> [Data for this exercise]:
-*-

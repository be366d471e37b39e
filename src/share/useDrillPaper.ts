// The exercise a drill page shows on paper: before a session the one its settings make (a sample
// seed for Octave Scatter), while playing the part being played with the current note, and after it
// the whole session; with its PDF request and the body of a share link that makes it again.
import { computed, ref, type Ref } from 'vue'
import type { NewShare } from '../api/shares'
import type { DrillId } from '../contract/drills'
import type { DrillPageModel } from '../drills/engine/useDrill'
import type { DrillQuestion } from '../drills/engine/types'
import { newSeed } from '../drills/scatter/scatter-generator'
import { drillPaper, type DrillPaper, type SheetRequest } from './drill-paper'
import { exerciseFromQuestions } from './question-exercise'

type Shown =
  | { questions: readonly DrillQuestion[]; current: number | null; whole: boolean; error: null }
  | { questions: []; current: null; whole: false; error: string }

/** Every drill page's model carries its settings (useDrill's result); the frame's type leaves them out. */
type WithSettings = DrillPageModel & { settings?: Ref<never> }

/** Which questions are on paper now: the settings' (before), the part played (during), all (after). */
function shownOf(
  drill: DrillPageModel,
  paper: DrillPaper<DrillId, DrillQuestion> | null,
  settings: never,
  seed: number,
): Shown {
  const state = drill.session.state.value
  const status = drill.session.status.value
  if (!paper) return { questions: [], current: null, whole: false, error: 'No notation here.' }
  if (state && status !== 'ready' && status !== 'finished') {
    const questions = paper.segment(state.questions, state.index)
    const current = questions.indexOf(state.questions[state.index] as DrillQuestion)
    return { questions, current: current < 0 ? null : current, whole: false, error: null }
  }
  if (state && status === 'finished')
    return { questions: state.questions, current: null, whole: true, error: null }
  try {
    const questions = paper.questions(settings, drill.neck.value, { fingering: null, seed })
    return { questions, current: null, whole: true, error: null }
  } catch (error) {
    if (!(error instanceof RangeError)) throw error
    return { questions: [], current: null, whole: false, error: error.message }
  }
}

export function useDrillPaper(drill: DrillPageModel) {
  const paper = drillPaper(drill.definition.id as DrillId)
  const sampleSeed = ref(newSeed())
  const settings = computed(() => (drill as WithSettings).settings?.value as never)

  const shown = computed(() => shownOf(drill, paper, settings.value, sampleSeed.value))

  const title = computed(() => paper?.title(settings.value, shown.value.questions) ?? '')
  const exercise = computed(() => {
    const { questions } = shown.value
    if (!paper || questions.length === 0) return null
    return exerciseFromQuestions(questions, drill.neck.value, paper, title.value)
  })
  const sheet = computed((): SheetRequest | null =>
    paper && exercise.value
      ? paper.sheet(settings.value, drill.neck.value, shown.value.questions)
      : null,
  )
  const share = computed((): NewShare | null => {
    if (!paper || !exercise.value) return null
    const made = paper.share(settings.value, shown.value.questions, shown.value.whole)
    const { name, tuning, frets } = drill.neck.value
    return {
      preset: { drill: drill.definition.id, settings: made.settings } as NewShare['preset'],
      fingering: made.fingering,
      title: title.value.slice(0, 120),
      instrument: { name: name.slice(0, 60), tuning: [...tuning], frets },
    }
  })
  // While a session asks where notes are, the TAB would give the answers away.
  const showTab = computed(() => {
    const running = ['asking', 'feedback'].includes(drill.session.status.value)
    return !running || (paper?.tabWhilePlaying(settings.value) ?? true)
  })
  return {
    available: paper !== null,
    showTab,
    previewNote: computed(() =>
      drill.session.status.value === 'ready'
        ? (paper?.previewNote?.(settings.value) ?? null)
        : null,
    ),
    exercise,
    currentIndex: computed(() => shown.value.current),
    problem: computed(() => shown.value.error),
    sheet,
    share,
    /** A new sample sequence before a session (Octave Scatter draws one per session). */
    resample: () => (sampleSeed.value = newSeed()),
  }
}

-*-

> [Exercise instructions]: What you return must be the lines above that run from the line with "const showTab = computed(()" to the line with "previewNote: computed(() =>", inclusive, each copied exactly.

> [The completed task]:
  const showTab = computed(() => {
    const running = ['asking', 'feedback'].includes(drill.session.status.value)
    return !running || (paper?.tabWhilePlaying(settings.value) ?? true)
  })
  return {
    available: paper !== null,
    showTab,
    previewNote: computed(() =>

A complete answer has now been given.